36. Joanna Newsome - Y's: What is there to say about a orchestral harp-based record with elf sounding vocals? I guess you just have to hear it. It's the storytelling that really sticks with you.

35. Coldplay - A Rush of Blood To The Head: I know they were everywhere and they are overbearing, but can't we admit they did some great records this decade? This is their best balance of dramatic songwriting and pop hooks.

34. Panda Bear - Person Pitch: Some of the decade's best records came from people making electronic music warm and human. That's part of the story here, but the bursts of harmonies and what really stick with you.

33. Green Day - American Idiot: Even Green Day fans had no idea that they were capable of this depth and complexity. The radio will be playing these songs decades from now.

32. Tom Waits - Alice: Of all the great albums Tom released this decade (there were 4 of them) the haunting storytelling and bleak orchestrations make this the best.
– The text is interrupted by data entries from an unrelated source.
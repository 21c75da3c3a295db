//! Covariance sums from moments of the centred union instead of a pass over the rows
//! (docs/methods.md, "Covariances from moments"; docs/performance.md, "Choosing the covariance
//! route").
//!
//! Once per design: for each clustering the call uses, K = Σ_g σ_gσ_g' over the distinct
//! entries σ_g of the per-cluster Gram matrices S_g of Z̃ = [1, centred X, centred Y]; and the
//! fourth moments of Z̃ (for HC0/HC1 and the Breusch–Pagan sums). Per model: contractions of
//! those with the model's influence and residual coordinates, O(k⁴), independent of n and of
//! the number of clusters. Each model's sums carry a rounding bound; a model whose bound is
//! too loose goes to the row pass instead.

mod basis;
mod cluster;
mod cost;
mod fourth;

use std::sync::atomic::{AtomicUsize, Ordering};
use std::sync::{Arc, Mutex, OnceLock};

use crate::absorb::RowAdjust;
use crate::api::{Design, ModelSpec};
use crate::finish::Meats;
use crate::model_core::CoreFit;
use crate::plan::Plan;
use crate::row_pass::{empty_meats, reported_w};
use basis::{Basis, ModelVectors};
use cluster::ClusterGrams;
use cost::Workload;
use fourth::FourthMoments;

/// λ of the probabilistic rounding bound λ·√n·u for a sum of n rounded terms (Higham & Mary
/// 2019, SIAM J. Sci. Comput. 41(5):A2815, Thm 2.4: holds with probability at least
/// 1 − 2n·exp(−λ²/2), which for λ = 8 and n ≤ 10⁹ is above 1 − 10⁻⁴; stated from memory).
pub(crate) const ROUNDING_LAMBDA: f64 = 8.0;
/// A model's moment sums (a meat, i.e. a variance) are used only when their rounding bound is
/// at most this fraction of the quantity: 5e-9 of a standard error, a factor 2 below the 1e-8
/// the tests hold the routes to. The bound is a high-probability worst case (λ = 8, Hölder);
/// at 1e-9 it sent 10–40% of the wide scenario's models (12,500 clusters, cubic focus forms)
/// to the row pass with bounds of 1–7e-9 (docs/performance.md).
const MOMENT_TOLERANCE: f64 = 1e-8;
/// The Breusch–Pagan statistic from moments is used only when its rounding bound is at most
/// this fraction of max(statistic, degrees of freedom). The statistic is inherently less
/// resolved than a variance: under homoskedasticity its explained sum is about k/n of the
/// total, so any route summing over n rows (the row pass included) resolves it only to about
/// √(n/k)·u times the size of the sums (docs/methods.md).
const BP_TOLERANCE: f64 = 1e-8;
/// Most f64 slots the moments of one factor may hold (1 GiB); above it the row pass runs.
const MEMORY_BUDGET_SLOTS: usize = 1 << 27;

/// How a [`crate::SharedFactor`] computes the residual-based covariance sums.
#[derive(Debug, Clone, Copy, PartialEq, Eq, Default)]
pub enum CovarianceRoute {
    /// Decide per call from the cost model, using the number of models announced with
    /// [`crate::SharedFactor::expect_models`] (or the call's own count).
    #[default]
    Auto,
    /// Always the batched pass over rows.
    Direct,
    /// The moment route whenever the call's choices allow it (not HC2/HC3, not HC under
    /// frequency weights, within the memory budget), whatever the cost.
    Moments,
}

/// Counts of how the residual-based sums were computed on one factor, over all calls so far.
#[derive(Debug, Clone, Copy, PartialEq, Eq, Default)]
pub struct MomentStats {
    /// Models whose sums came from the moments.
    pub by_moments: usize,
    /// Models sent to the row pass because their rounding bound was too loose.
    pub fallbacks: usize,
}

/// A clustering: a design dimension, or the intersection of two (see `plan::Grouping::key`).
type GroupKey = (usize, Option<usize>);

/// Moments cached in a factor, shared by every call (chunk) on it.
#[derive(Debug, Default)]
pub(crate) struct MomentStore {
    basis: OnceLock<Basis>,
    fourth: OnceLock<FourthMoments>,
    clusters: Mutex<Vec<(GroupKey, Arc<ClusterGrams>)>>,
    by_moments: AtomicUsize,
    fallbacks: AtomicUsize,
}

/// What one call uses of the store.
#[derive(Debug)]
pub(crate) struct Prepared<'s> {
    basis: &'s Basis,
    fourth: Option<&'s FourthMoments>,
    /// One per plan grouping, in plan order.
    grams: Vec<Arc<ClusterGrams>>,
    need_bp: bool,
    plain_rows: bool,
}

/// Per-thread buffers of the per-model contractions.
#[derive(Debug, Default)]
pub(crate) struct MomentWork {
    vectors: ModelVectors,
    scratch: Vec<f64>,
}

impl MomentStore {
    /// Counts so far.
    pub fn stats(&self) -> MomentStats {
        MomentStats {
            by_moments: self.by_moments.load(Ordering::Relaxed),
            fallbacks: self.fallbacks.load(Ordering::Relaxed),
        }
    }

    /// Decides the route for one call and builds (or reuses) the moments it needs; `None`
    /// means the row pass. `expected` is the number of models announced for the factor.
    pub fn prepare(
        &self,
        design: &Design,
        plan: &Plan,
        rows: Option<&RowAdjust>,
        route: CovarianceRoute,
        expected: Option<usize>,
        models: &[ModelSpec],
    ) -> Option<Prepared<'_>> {
        if route == CovarianceRoute::Direct || plan.need_leverage() || models.is_empty() {
            return None;
        }
        let frequency = rows.is_some_and(|r| r.inv_freq.is_some());
        if frequency && plan.need_hc0 {
            return None;
        }
        let need_bp = rows.is_none();
        let fourth = plan.need_hc0 || need_bp;
        let (n, p, m) = (design.x.nrows(), design.x.ncols(), design.y.ncols());
        // Upper bound of q before the basis exists (constant columns drop out later).
        let q_max = 1 + p + m;
        let total_range: usize = plan.groupings.iter().map(|g| g.range).sum();
        let slots = if fourth {
            // The moments, their sum during the build and at least one chunk partial.
            3 * FourthMoments::slots(q_max)
        } else {
            0
        } + plan
            .groupings
            .iter()
            .map(|g| ClusterGrams::slots(g.range, q_max))
            .sum::<usize>();
        if slots > MEMORY_BUDGET_SLOTS {
            return None;
        }
        if route == CovarianceRoute::Auto {
            let count = models.len() as f64;
            let mean_k = models.iter().map(|s| s.columns.len()).sum::<usize>() as f64 / count;
            let mean_w = if !plan.need_w {
                0.0
            } else if plan.all_coefs {
                mean_k
            } else {
                models
                    .iter()
                    .map(|s| {
                        if s.tracked.is_empty() {
                            s.columns.len()
                        } else {
                            s.tracked.len()
                        }
                    })
                    .sum::<usize>() as f64
                    / count
            };
            let work = Workload {
                n,
                q: self.basis.get().map_or(q_max, |b| b.q),
                models: expected.unwrap_or(models.len()).max(models.len()),
                mean_k,
                mean_w,
                groupings: plan.groupings.len(),
                total_range,
                fourth,
            };
            if !work.prefers_moments() {
                return None;
            }
        }
        let (x, y) = (design.x.as_ref(), design.y.as_ref());
        let basis = self.basis.get_or_init(|| Basis::new(x, y));
        let fourth = fourth.then(|| {
            self.fourth
                .get_or_init(|| FourthMoments::build(basis, x, y, MEMORY_BUDGET_SLOTS / 2))
        });
        let grams = plan
            .groupings
            .iter()
            .map(|g| {
                let mut cache = self.clusters.lock().expect("moment cache lock");
                if let Some((_, found)) = cache.iter().find(|(k, _)| *k == g.key) {
                    return found.clone();
                }
                let built = Arc::new(ClusterGrams::build(basis, x, y, &g.codes, g.range));
                cache.push((g.key, built.clone()));
                built
            })
            .collect();
        Some(Prepared {
            basis,
            fourth,
            grams,
            need_bp,
            plain_rows: rows.is_none(),
        })
    }

    /// The model's residual-pass sums from the moments, or `None` (counted as a fallback) when
    /// a rounding bound is too loose; the caller then runs the row pass for it.
    pub fn meats(
        &self,
        prep: &Prepared<'_>,
        core: &CoreFit,
        plan: &Plan,
        work: &mut MomentWork,
    ) -> Option<Meats> {
        let out = moment_meats(prep, core, plan, work);
        let counter = if out.is_some() {
            &self.by_moments
        } else {
            &self.fallbacks
        };
        counter.fetch_add(1, Ordering::Relaxed);
        out
    }
}

fn moment_meats(
    prep: &Prepared<'_>,
    core: &CoreFit,
    plan: &Plan,
    work: &mut MomentWork,
) -> Option<Meats> {
    let mut meats = empty_meats(core, plan);
    let v = &mut work.vectors;
    prep.basis
        .model_vectors(core, &meats.wpos, prep.plain_rows, v);
    for grams in &prep.grams {
        meats
            .group_outer
            .push(grams.outer(v, MOMENT_TOLERANCE, &mut work.scratch)?);
    }
    if let Some(fourth) = prep.fourth {
        let rep: Vec<usize> = if plan.need_hc0 {
            reported_w(core, &meats)
        } else {
            Vec::new()
        };
        let (hc0, bp) = fourth.model_sums(
            prep.basis,
            core,
            v,
            &rep,
            plan.need_hc0,
            prep.need_bp,
            MOMENT_TOLERANCE,
            BP_TOLERANCE,
            &mut work.scratch,
        )?;
        meats.hc0 = hc0;
        meats.bp = bp;
    }
    Some(meats)
}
31. Dizzee Rascal - Boy In Da Corner: This album has a brutal, raw emotion that is rarely even matched in hip-hop and brilliant production to match it.

30. TV On The Radio - Return To Cookie Mountain: Soul music Incorporated into indie rock: why don't more people try that. A rare album that manages to be funky and brooding.

29. Nick Cave & The Bad Seeds - Abattoir Blues/Lyre Of Orpheus: Nick tries to do everything he's ever done in his career on two discs and everything works. The scope of moods and lyrics on this album is the right kind of overwhelming.

28. Arcade Fire - Neon Bible: On their second masterpiece, they turn to Bruce Springsteen and Joy Division for influence and write more rock anthems we can all yell along with.

27. Modest Mouse - The Moon & Antarctica: Another band who had multiple brilliant albums this decade, this one was the best: catchy guitar hooks and rants about science and death.

26. Joe Henry - Civilians: This album takes my award for most overlooked record of the decade. Brilliant stories, deep blues rhythms, heart wrenching vocals... and barely anybody flipped over this album?

25. Flaming Lips - Embryonic: Call this a late entry. After gaining popularity for live shows and having the official Oklahoma rock song, they head right back to the underground and make a mutant drug-trip of a record. No band surprised me more times this decade.

24. The Streets - Original Pirate Material: This might be the first proof that you can make a brilliant influential record alone on your lap-top. The spare electronic beats and vocal humor influenced a lot of what was to come for underground hip-hop.

23. Death Cab For Cutie - Transatlanticism: An already solid band gets famous for releasing their best record? One this album started getting played on TV shows, America took notice of the beauty in their spare guitar hooks and emotional lyricism.

22. Scott Walker - The Drift: Maybe the bleakest album ever made. Also a stunning composition and a modern work of art for anybody who isn't scarred away from it.

21. Sufjan Stevens - Greetings From Michigan: This guy might be the most confusing figure in indie music, but he's also a genius. This is a stunning trip though the aftermath of economic ruin and the wavering faith in God and love. Tell me you didn't cry once during this record.